Вошли две медсестры. Они схватили ее и сделали укол, а меня вытащили наружу. Мне сказали, что я должна уйти. На следующий день мне разрешили вернуться и поговорить с психиатром.
Врач сказал, что у Хавейи был психотический эпизод, но реакция на лечение у нее хорошая. Ее оставят еще на неделю и понаблюдают за ней. Все еще может быть хорошо.
Я навещала Хавейю каждый день. Занятия, переводы – до всего этого мне не было никакого дела. И через несколько дней она вроде бы начала поправляться. Снова стала носить платок и, казалось, забыла, что с ней случилось. Она все говорила: «Я была немножко неуравновешенна. Это на меня так Голландия влияет».
Сестра сказала, что не хочет лечиться дальше, что теперь чувствует себя в полном порядке.

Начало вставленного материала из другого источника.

@contextlib.contextmanager
def _to_unicode_maps(maps: dict[str, dict[str, str]]) -> Iterator[None]:
    """Write ToUnicode maps with proper UTF-16 for characters beyond the BMP, and print the
    characters of the named fonts as the given other characters."""
    original = ttfonts.makeToUnicodeCMap

    def make(fontname: str, subset: list[int]) -> str:
        postscript = fontname.split("+", 1)[-1]
        remap = maps.get(postscript, {})
        entries = []
        for code, codepoint in enumerate(subset):
            printed = remap.get(chr(codepoint), chr(codepoint))
            entries.append(f"<{code:02X}> <{_utf16_hex(printed) if printed else '0000'}>")
        return "\n".join([
            "/CIDInit /ProcSet findresource begin", "12 dict begin", "begincmap",
            "/CIDSystemInfo", f"<< /Registry ({fontname})", f"/Ordering ({fontname})",
            "/Supplement 0", ">> def", f"/CMapName /{fontname} def", "/CMapType 2 def",
            "1 begincodespacerange", f"<00> <{len(subset) - 1:02X}>", "endcodespacerange",
            f"{len(entries)} beginbfchar", *entries, "endbfchar", "endcmap",
            "CMapName currentdict /CMap defineresource pop", "end", "end"])

    ttfonts.makeToUnicodeCMap = make
    try:
        yield
    finally:
        ttfonts.makeToUnicodeCMap = original


# -- drawing -------------------------------------------------------------------------------


def _draw_line(pdf: canvas.Canvas, line: PlacedLine, size: float, mode: int = 0) -> None:
    if any(run.style == "gap" for run in line.runs):
        # each run on its own, where the layout put it
        for run in line.runs:
            if run.style == "gap" or not run.text:
                continue
            text = pdf.beginText(run.x0, line.baseline + _rise(run.style, size))
            if mode:
                text.setTextRenderMode(mode)
            text.setFont(_STYLE_FONT[run.style], run.size)
            text.textOut(run.text)
            pdf.drawText(text)
        return
    text = pdf.beginText(line.runs[0].x0 if line.runs else 0, line.baseline)
    if mode:
        text.setTextRenderMode(mode)
    for run in line.runs:
        text.setFont(_STYLE_FONT[run.style], run.size)
        text.setRise(_rise(run.style, size))
        text.textOut(run.text)
    pdf.drawText(text)


def manuscript_pdf(paragraphs: list[str], layout: Layout | None = None) -> Manuscript:
    """Lay out and print `paragraphs`; the PDF's bytes and where every line was printed."""
    if not FONTS_AVAILABLE:
        raise RuntimeError("the DejaVu fonts were not found")
    layout = layout or Layout()
    lines = _layout(paragraphs, layout)
    pages = max((line.page for line in lines), default=1)
    buffer = io.BytesIO()
    maps = {POSTSCRIPT_NAMES["Symbol"]: layout.symbol_map,
            POSTSCRIPT_NAMES["Greek"]: layout.greek_map,
            POSTSCRIPT_NAMES["Body"]: layout.body_map}
    size = layout.font_size
    with _to_unicode_maps(maps):
        encrypt = None
        if layout.password is not None:
            from reportlab.lib.pdfencrypt import StandardEncryption
            encrypt = StandardEncryption(layout.password, ownerPassword=layout.password + "!")
        page_size = (layout.page_width, layout.page_height)
        if layout.rotate % 180:
            page_size = page_size[::-1]  # reportlab swaps the media box of a turned page
        pdf = canvas.Canvas(buffer, pagesize=page_size, invariant=True, encrypt=encrypt)
        for page in range(1, pages + 1):
            on_page = [line for line in lines if line.page == page]
            if layout.hidden_copy == "clipped":
                _draw_clipped_copy(pdf, page, on_page, layout)
            if layout.hidden_copy == "invisible":
                pdf.saveState()  # the render mode is part of the graphics state
                for line in on_page:
                    _draw_line(pdf, line, size, mode=3)
                pdf.restoreState()
            if layout.running_head:
                pdf.setFont("FactoryBody", 8)
                pdf.drawString(layout.margin, layout.page_height - 40, layout.running_head)
                pdf.drawRightString(layout.page_width - layout.margin,
                                    layout.page_height - 40, str(page))
            if layout.interleaved and layout.columns > 1:
                rows: dict[float, list[PlacedLine]] = {}
                for line in on_page:
                    rows.setdefault(line.baseline, []).append(line)
                ordered = [line for baseline in sorted(rows, reverse=True)
                           for line in sorted(rows[baseline], key=lambda l: l.column)]
            else:
                ordered = on_page
            for line in ordered:
                _draw_line(pdf, line, size, mode=3 if layout.hidden_copy == "only" else 0)
                if layout.line_numbers:
                    pdf.setFont("FactoryBody", 7)
                    pdf.drawRightString(layout.margin - 14, line.baseline, str(line.number))
            if layout.page_numbers == "top":
                pdf.setFont("FactoryBody", 9)
                pdf.drawRightString(layout.page_width - layout.margin,
                                    layout.page_height - 40, str(page))
            elif layout.page_numbers:
                pdf.setFont("FactoryBody", 9)
                pdf.drawCentredString(layout.page_width / 2, 40, str(page))
            if layout.rotate:
                pdf.setPageRotation(layout.rotate)
            if layout.watermark:
                pdf.saveState()
                pdf.setFillGray(0.85)
                pdf.setFont("FactoryBody", 48)
                pdf.translate(layout.page_width / 2, layout.page_height / 2)
                pdf.rotate(50)
                pdf.drawCentredString(0, 0, layout.watermark)
                pdf.restoreState()
            pdf.showPage()
        pdf.save()
    return Manuscript(buffer.getvalue(), lines, pages)


def _draw_clipped_copy(pdf: canvas.Canvas, page: int, lines: list[PlacedLine],
                       layout: Layout) -> None:
    """An earlier version of the page (the same lines, moved) embedded as a form and clipped
    to a small window at the foot of the page, as when a figure is pasted in as a whole page
    of another PDF."""
    name = f"OldVersion{page}"
    pdf.beginForm(name)
    for line in lines:
        shifted = PlacedLine(line.page, line.column, line.baseline - 3.0,
                             [PlacedRun(r.text, r.x0 + 5.0, r.x1 + 5.0, r.style, r.size)
                              for r in line.runs])
        _draw_line(pdf, shifted, layout.font_size)
    pdf.endForm()
    pdf.saveState()
    path = pdf.beginPath()
    path.rect(layout.margin, 20, 120, 30)
    pdf.clipPath(path, stroke=0, fill=0)
    pdf.doForm(name)
    pdf.restoreState()


def scanned_pdf(pages: int = 2, stamp: str | None = None) -> bytes:
    """A PDF of page images without any text layer, as a scanner makes them; with `stamp`,
    a line of text at the foot of every page (as repositories add to scans)."""
    from PIL import Image, ImageDraw
    from reportlab.lib.utils import ImageReader

    buffer = io.BytesIO()
    pdf = canvas.Canvas(buffer, pagesize=letter, invariant=True)
    for page in range(pages):
        image = Image.new("L", (425, 550), 255)
        draw = ImageDraw.Draw(image)
        for row in range(40, 520, 14):
            draw.rectangle((40, row, 380 - (row * 7 + page * 31) % 90, row + 6), fill=40)
        pdf.drawImage(ImageReader(image), 0, 0, width=letter[0], height=letter[1])
        if stamp:
            pdf.setFont("Helvetica", 7)
            pdf.drawString(72, 20, stamp)
        pdf.showPage()
    pdf.save()
    return buffer.getvalue()


# -- a PDF whose signs have no Unicode mapping ---------------------------------------------


def _pdf_string(text: str) -> bytes:
    escaped = text.replace("\\", "\\\\").replace("(", "\\(").replace(")", "\\)")
    return b"(" + escaped.encode("latin-1") + b")"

Неделю спустя в отделение пришел судья, чтобы обсудить, стоит ли удерживать Хавейю в больнице против ее желания. Она убедила его, что, по существу, ни от чего серьезного не страдает. Я увезла сестру обратно в ее квартиру и помогла обустроиться. Но три дня спустя, когда я пришла повидаться с ней, стало ясно, что ее состояние ухудшилось. Она все время бормотала что-то себе под нос, разговаривала громко, как проповедник. Внезапно Хавейя вытащила книгу Сайида Кутуба и сказала мне: «Айаан, ты должна покаяться, вернись к Аллаху». Затем она начала снимать с себя одежду.
Я закричала, чтобы она прекратила, и она действительно прекратила и стояла со стыдливым выражением на лице. Я спросила: «Ты хоть понимаешь, что шепчешь что-то сама себе?» Хавейя сказала: «Это не себе. У меня в голове есть голос. И он просит меня, чтобы я вела себя как ребенок, а я ему говорю: “Сейчас пока нельзя. Вот Айаан уйдет, и я сделаю, как ты просишь”».
На следующее утро я отправилась прямиком в Лейденскую библиотеку. Я пыталась выяснить, что происходит. За последующие несколько недель я поняла, что этот голос был чем-то вроде голоса маленькой Хавейи. Ее чувства по отношению к религии, которые она испытывала, будучи ребенком, воспоминания о школе и наших родителях – все это смешивалось с впечатлениями из взрослой жизни и казалось настоящей реальностью.
Я видела, что рассудок моей сестры повредился. С болезнью тела все гораздо проще: болеешь – значит, пей лекарства. Но психические травмы наводят ужас: ведь рану не видно. Марко был биологом, и он рассказал мне о химических процессах, протекающих в мозгу человека. Я поговорила с психиатром. На рациональном уровне я все понимала. Я говорила себе: «У нее внутри нарушился химический баланс. Моя сестра не проклята. Дело вовсе не в том, что она не покорилась Аллаху или нашей матери». Но на эмоциональном уровне я была полностью опустошена. Моя сестра погибала у меня на глазах, а я могла только смотреть. Я чувствовала себя беспомощной и виноватой за то, что не увидела признаков болезни раньше и не смогла каким-то образом предотвратить кризис, окружив ее теплом и оказав поддержку.